Exercise objective
Once you find the line with "shippingCents: Math.floor(rnd() *" in the entries below, return exactly every line from it through the line with "const shares = split.sellers.reduce((a, s)".

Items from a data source
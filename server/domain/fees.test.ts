import { describe, expect, it } from 'vitest';
import { allocateProportionally, cardProcessingEstimate, DEFAULT_FEE_TABLE, feeBpsFor, feeForLines, splitCheckout } from './fees';
import { seededRandom } from './sourcing-random';

describe('fee schedule', () => {
  it('when a category has its own rate, then it is used; otherwise the default', () => {
    expect(feeBpsFor('small_hardware')).toBe(1000);
    expect(feeBpsFor('heavy_bulky')).toBe(600);
    expect(feeBpsFor('brakes')).toBe(800);
    expect(feeBpsFor('toString')).toBe(800); // not fooled by inherited object keys
  });

  it('when the table has a rate over 100 %, then it throws', () => {
    expect(() => feeForLines([{ category: 'x', amountCents: 100 }], { defaultBps: 10_001, byCategory: {} })).toThrow(RangeError);
  });
});

describe('feeForLines', () => {
  it('when the exact fee has a fraction, then the total is rounded once and the leftover cent goes to the largest remainder', () => {
    // 1006 x 8 % = 80.48 each; total 160.96 -> 161; floors 80 + 80, the tie goes to the first line
    const lines = feeForLines([
      { category: 'brakes', amountCents: 1006 },
      { category: 'brakes', amountCents: 1006 },
    ]);
    expect(lines.map((l) => l.feeCents)).toEqual([81, 80]);
  });

  it('when the exact total is exactly half a cent, then it rounds up', () => {
    const table = { defaultBps: 5000, byCategory: {} };
    expect(feeForLines([{ category: 'x', amountCents: 1 }], table)[0].feeCents).toBe(1);
    expect(feeForLines([{ category: 'x', amountCents: 3 }], table)[0].feeCents).toBe(2); // 1.5 -> 2
  });

  it('when rounding per line would overcharge, then rounding the total does not', () => {
    // three lines of 6 cents at 10 %: 0.6 each, per-line rounding would give 3; the exact total 1.8 -> 2
    const lines = feeForLines(
      [0, 1, 2].map(() => ({ category: 'small_hardware', amountCents: 6 })),
      DEFAULT_FEE_TABLE,
    );
    expect(lines.reduce((a, l) => a + l.feeCents, 0)).toBe(2);
    expect(lines.map((l) => l.feeCents)).toEqual([1, 1, 0]);
  });
});

describe('splitCheckout', () => {
  it('when several sellers share a checkout, then each is paid items + shipping - fee and fees are on items only', () => {
    const split = splitCheckout([
      { sellerId: 'S-A', lines: [{ category: 'small_hardware', amountCents: 1999 }, { category: 'brakes', amountCents: 4550 }], shippingCents: 900 },
      { sellerId: 'S-B', lines: [{ category: 'heavy_bulky', amountCents: 32_500 }], shippingCents: 8500 },
    ]);
    const [a, b] = split.sellers;
    // S-A: 199.9 + 364 = 563.9 -> 564
    expect(a).toMatchObject({ itemsCents: 6549, shippingCents: 900, feeCents: 564, shareCents: 6549 + 900 - 564 });
    // S-B: 6 % of 32500 = 1950; shipping adds nothing
    expect(b).toMatchObject({ itemsCents: 32_500, shippingCents: 8500, feeCents: 1950 });
    expect(split.totals).toEqual({
      itemsCents: 39_049,
      shippingCents: 9400,
      chargeCents: 48_449,
      feeCents: 2514,
      shareCents: 48_449 - 2514,
    });
  });

  it('when checkouts are random, then shares plus fees equal the charge exactly and each fee is the rounded exact fee', () => {
    const rnd = seededRandom(7);
    const categories = ['small_hardware', 'heavy_bulky', 'brakes', 'electrical'];
    for (let n = 0; n < 500; n++) {
      const sellers = Array.from({ length: 1 + Math.floor(rnd() * 5) }, (_, s) => ({
        sellerId: `S-${s}`,
        shippingCents: Math.floor(rnd() * 5000),
        lines: Array.from({ length: 1 + Math.floor(rnd() * 6) }, () => ({
          category: categories[Math.floor(rnd() * categories.length)],
          amountCents: Math.floor(rnd() * 100_000),
        })),
      }));
      const split = splitCheckout(sellers);
      const shares = split.sellers.reduce((a, s) => a + s.shareCents, 0);
      expect(shares + split.totals.feeCents).toBe(split.totals.chargeCents);
      split.sellers.forEach((s, i) => {
        const exact = sellers[i].lines.reduce((a, l) => a + l.amountCents * feeBpsFor(l.category), 0) / 10_000;
        expect(s.feeCents).toBe(Math.floor(exact + 0.5));
        expect(s.lines.reduce((a, l) => a + l.feeCents, 0)).toBe(s.feeCents);
        s.lines.forEach((l) => expect(Math.abs(l.feeCents - (l.amountCents * l.feeBps) / 10_000)).toBeLessThan(1));
      });
    }
  });

  it('when a seller appears twice or an amount is not whole cents, then it throws', () => {
    expect(() =>
      splitCheckout([
        { sellerId: 'S-A', lines: [], shippingCents: 0 },
        { sellerId: 'S-A', lines: [], shippingCents: 0 },
      ]),
    ).toThrow(/twice/);
    expect(() => splitCheckout([{ sellerId: 'S-A', lines: [{ category: 'x', amountCents: 10.5 }], shippingCents: 0 }])).toThrow(/amountCents/);
    expect(() => splitCheckout([{ sellerId: 'S-A', lines: [], shippingCents: -1 }])).toThrow(/shippingCents/);
  });
});

describe('allocateProportionally', () => {
  it('when the total does not divide evenly, then the leftover cents go to the largest remainders, ties to the first', () => {
    expect(allocateProportionally(100, [1, 1, 1])).toEqual([34, 33, 33]);
    expect(allocateProportionally(1000, [2999, 7001])).toEqual([300, 700]);
    expect(allocateProportionally(10, [1, 2, 3, 4])).toEqual([1, 2, 3, 4]);
    expect(allocateProportionally(7, [5, 0, 5])).toEqual([4, 0, 3]);
  });

  it('when amounts are large, then the maths stays exact', () => {
    const parts = allocateProportionally(9_000_000_000_000, [3_000_000_000_001, 3_000_000_000_000, 2_999_999_999_999]);
    expect(parts.reduce((a, b) => a + b, 0)).toBe(9_000_000_000_000);
  });

  it('when random, then the parts add up exactly and each is within one cent of its exact share', () => {
    const rnd = seededRandom(11);
    for (let n = 0; n < 300; n++) {
      const weights = Array.from({ length: 1 + Math.floor(rnd() * 8) }, () => Math.floor(rnd() * 50_000));
      if (!weights.some((w) => w > 0)) weights[0] = 1;
      const total = Math.floor(rnd() * 200_000);
      const parts = allocateProportionally(total, weights);
      const sum = weights.reduce((a, b) => a + b, 0);
      expect(parts.reduce((a, b) => a + b, 0)).toBe(total);
      parts.forEach((p, i) => expect(Math.abs(p - (total * weights[i]) / sum)).toBeLessThan(1));
    }
  });

  it('when every weight is zero, then zero allocates to zeros and anything else throws', () => {
    expect(allocateProportionally(0, [0, 0])).toEqual([0, 0]);
    expect(() => allocateProportionally(5, [0, 0])).toThrow(/all zero/);
    expect(() => allocateProportionally(5, [1, -1])).toThrow(/weights\[1\]/);
  });
});

describe('cardProcessingEstimate', () => {
  it('when nothing is charged, then there is no processing cost', () => {
    expect(cardProcessingEstimate(0)).toBe(0);
  });

  it('when the amount is not whole cents, then it throws', () => {
    expect(() => cardProcessingEstimate(99.5)).toThrow(RangeError);
  });
});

Result for this task
        shippingCents: Math.floor(rnd() * 5000),
        lines: Array.from({ length: 1 + Math.floor(rnd() * 6) }, () => ({
          category: categories[Math.floor(rnd() * categories.length)],
          amountCents: Math.floor(rnd() * 100_000),
        })),
      }));
      const split = splitCheckout(sellers);
      const shares = split.sellers.reduce((a, s) => a + s.shareCents, 0);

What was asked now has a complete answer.